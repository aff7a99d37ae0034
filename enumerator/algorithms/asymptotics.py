r"""Asymptotic approximations, and how far each is from the exact value.

A catalogue of classical approximations of occupancy quantities, each one a
named :class:`Approximation` that pairs

* the **exact quantity** — an exact ``int`` (a count) or
  ``fractions.Fraction`` (a probability, a mean), computed by the engine;
* the **approximation** — a formula evaluated with mpmath at a working
  precision chosen so that the error shown is the formula's, not rounding;
* the **published source** of the approximation, in its docstring.

:func:`compare` evaluates one approximation at a list of :class:`Point`\ s and
returns a :class:`Comparison`: per point the exact value, the approximation,
the absolute and relative errors, and overall the observed convergence order
(least-squares slope of ``ln |relative error|`` against ``ln x``, ``x`` the
varied parameter, sign flipped so that an error ``~ x^{-p}`` gives ``p``).
:func:`sweep` builds the points from a range of one parameter with the other
parameters fixed or tied to it by a tiny integer arithmetic
(:func:`parse_tie`; never ``eval``).

Conventions
-----------
*Exact side stays exact.*  Every approximation names an exact count or
probability (never an irrational number): the Stirling and entropy entries
approximate a **count** ``W``, so ``exact`` is ``W`` itself and ``approx`` is
the approximation of ``W`` (``exp`` of the approximated logarithm).

*Scale.*  An approximation on the ``"linear"`` scale is judged by
``|approx - exact| / |exact|``.  One on the ``"log"`` scale claims only to
approximate ``ln W`` (``ln W ≈ n H``, which misses ``W`` by a polynomial
factor), so it is judged by ``|ln approx - ln exact| / |ln exact|`` and its
absolute error is ``|ln approx - ln exact|`` (in nats).  For the Stirling
entries the linear relative error of the count, ``|exp(Δ) - 1|``, is the
error ``Δ`` of ``ln W`` to first order, so the orders agree.

*Honest numbers.*  The working precision starts at 30 digits plus guard
digits for the size of the numbers involved (digits of ``n``, ``r`` and of
``|ln exact|``: the formulas lose about that many digits, e.g. in
``exp``) and is doubled until the relative error is at least ``10^10`` times
the rounding bound, so about ten leading digits of every printed error are
the approximation's.  Floats appear only in fields named ``approx``.
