def extract_coefficients(expr, upto, var="x") -> List[Union[int, Fraction]]:
    r"""Expand a one-variable expression exactly and return ``[c_0, ..., c_upto]``.

    *expr* is text (parsed by :func:`parse_expression`) or a SymPy
    expression built from the variable, rational numbers, sums, products,
    integer powers (negative ones included) and quotients.  The tree is
    evaluated in truncated power series by the project's kernel — FLINT
    polynomial products and powers, Newton's iteration for reciprocals
    (:func:`enumerator.series.inverse`) — never by SymPy's ``series()``.
    Each series carries its valuation, so dividing by a denominator with
    zero constant term is fine as long as the result is a power series
    (``x/(x - x^2)``); a genuine pole at 0 (a Laurent series such as
    ``1/x``) raises :class:`~enumerator.errors.InvalidParameters`.  The
    working precision grows and the walk repeats if cancellations ask for
    more terms.

    Returns Python ``int`` coefficients when every coefficient is an integer,
    else ``fractions.Fraction`` for all of them (a constant term other than
    ``±1`` in a denominator makes rational coefficients).

    >>> extract_coefficients("1/(1 - x - x^2)", 10)
    [1, 1, 2, 3, 5, 8, 13, 21, 34, 55, 89]
    >>> extract_coefficients("1/(2 - x)", 3)
    [Fraction(1, 2), Fraction(1, 4), Fraction(1, 8), Fraction(1, 16)]
    """
    x = symbol(var)
    top = as_count(upto, "upto")
    if isinstance(expr, str):
        tree = parse_expression(expr, x)
    elif isinstance(expr, sympy.Basic):
        tree = expr
    elif isinstance(expr, (int, Fraction)) and not isinstance(expr, bool):
        tree = sympy.Rational(expr.numerator, expr.denominator) if isinstance(expr, Fraction) else sympy.Integer(expr)
    else:
        raise InvalidParameters(
            f"expr must be text or a SymPy expression (got {type(expr).__name__})"
        )
    check(expansion_cost(top, _tree_size(tree)), f"expanding the expression to degree {top:,}",
          advice="lower upto=", parameters=["upto"])
    target = top + 1
    limit = target
    ceiling = 2 * target + 10_000
    while True:
        try:
            result = _Expander(x, limit).expand(tree)
        except _NeedPrecision as need:
            limit += need.extra
        else:
            if not result.is_zero() and result.val < 0:
                if decimal_digits(result.val) <= MESSAGE_DIGITS:
                    start, cure = f"{x.name}^{result.val}", f"multiply it by {x.name}^{-result.val}"
                else:
                    start = f"{x.name} to the power {number_text(result.val)}"
                    cure = f"multiply it by the opposite power of {x.name}"
                raise InvalidParameters(
                    f"the expression has a pole at {x.name} = 0: its expansion starts with "
                    f"{start}, a Laurent series rather than a power series; {cure}"
                )
            if result.absolute >= target:
                return _coefficients(result, top)
            limit += target - int(result.absolute)
        if limit > ceiling:
            raise TooLarge(
                f"expanding this expression to degree {top} needs more than {ceiling} working terms "
                "(large cancellations or high negative powers); simplify it or lower upto=",
                parameters=["upto"],
            )


def _coefficients(result: _Series, top: int) -> List[Union[int, Fraction]]:
    values: List[Union[int, Fraction]] = [0] * (top + 1)
    if result._poly is None:
        span = min(len(result.row), top + 1 - result.val)
        row = result.row[:span]
        if row and isinstance(row[0], gmpy2.mpq) and any(c.denominator != 1 for c in row):
            fractions: List[Union[int, Fraction]] = [Fraction(0)] * (top + 1)
            fractions[result.val : result.val + span] = [coprime_fraction(c.numerator, c.denominator) for c in row]
            return fractions
        values[result.val : result.val + span] = plain_ints(row)
        return values
    if result.poly.is_zero():
        return values
    poly = result.poly
    denominator = int(poly.denom())
    numer = poly.numer()
    span = min(poly.length(), top + 1 - result.val)
    if denominator == 1:
        for i in range(span):
            values[result.val + i] = int(numer[i])
        return values
    fractions = [Fraction(0)] * (top + 1)
    for i in range(span):
        fractions[result.val + i] = Fraction(int(numer[i]), denominator)
    return fractions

----------------

▶ [Required action] Search the entries for the word "elif", then copy every line in which it is found.

▶ [Your response]
    elif isinstance(expr, sympy.Basic):
    elif isinstance(expr, (int, Fraction)) and not isinstance(expr, bool):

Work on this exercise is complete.